Saturday, June 27, 2009

Steve Jobs and his Tennessee liver transplant


With all this talk about Michael Jackson, I decided that it was time to blog about another celebrity: Steve Jobs (co-founder of Apple). We know that a few months ago, Jobs underwent a liver transplant in Tennessee. He's been battling pancreatic cancer and he's been on medical leave for some time. He lives in California, so you may be wondering: why did he have liver surgery in Tennessee?

Let me introduce you to something called the MELD (Model for End-Stage Liver Disease) score. The MELD system was implemented February 27, 2002 to prioritize patients waiting for a liver transplant. MELD is a numerical scale used for adult liver transplant candidates. The range is from 6 (less ill) to 40 (gravely ill). The MELD score is calculated based on these 3 blood tests:
  • INR (international normalized ratio)
  • Bilirubin
  • Creatinine (Cr)

Here's how the MELD score is calculated = (0.957 * ln(Serum Cr) + 0.378 * ln(Serum Bilirubin) + 1.120 * ln(INR) + 0.643 ) * 10

You'll see that common liver enzymes such as AST and ALT are not a part of this equation. We also don't look at GGT or Alk Phos. The INR is reflective of the liver's ability to produce the proper clotting factors, so it's shows how the liver is functioning. You may be wondering why creatinine (a marker of kidney function) is used in the MELD score. The reason is because kidney dysfunction is often associated with liver failure. You may have heard of hepatorenal syndrome (HRS), which is kidney failure in the setting of cirrhosis or liver failure. Anyway, let's return to MELD. The four MELD levels are:
  1. greater than or equal to 25
  2. 24-19
  3. 18-11
  4. less than or equal to 10
Now let's talk about United Network for Organ Sharing (UNOS). UNOS uses a computerized point system to distribute organs in a fair manner. Recipients are supposed to be chosen primarily on the basis of medical urgency. Is there a way to beat the system?

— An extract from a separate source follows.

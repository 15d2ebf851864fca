"""Render photographs of invented ruled tablets, with records traced by a simulated hand and the truth.

The tablet is a height field: millimetres, x to the right, y down, z towards the lens, z = 0 in the plane of
the inscribed face (its mean). From it come the picture, the traces of the hand, and the truth.
"""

So the big question is: did Steve Jobs use his money to somehow "cut the line" and get a liver transplant ahead of others? Can money buy you better health care? I think we all know the answers, but we may not wish to admit them. USA Today writes, "Jobs' liver transplant shows money can make a difference." If you have a high MELD score, that means you're really sick and you probably can't afford to travel very far. Most patients awaiting liver transplants can't afford to get on many waiting lists. If you have a ton of money, then you may have the luxury to get on multiple waiting lists.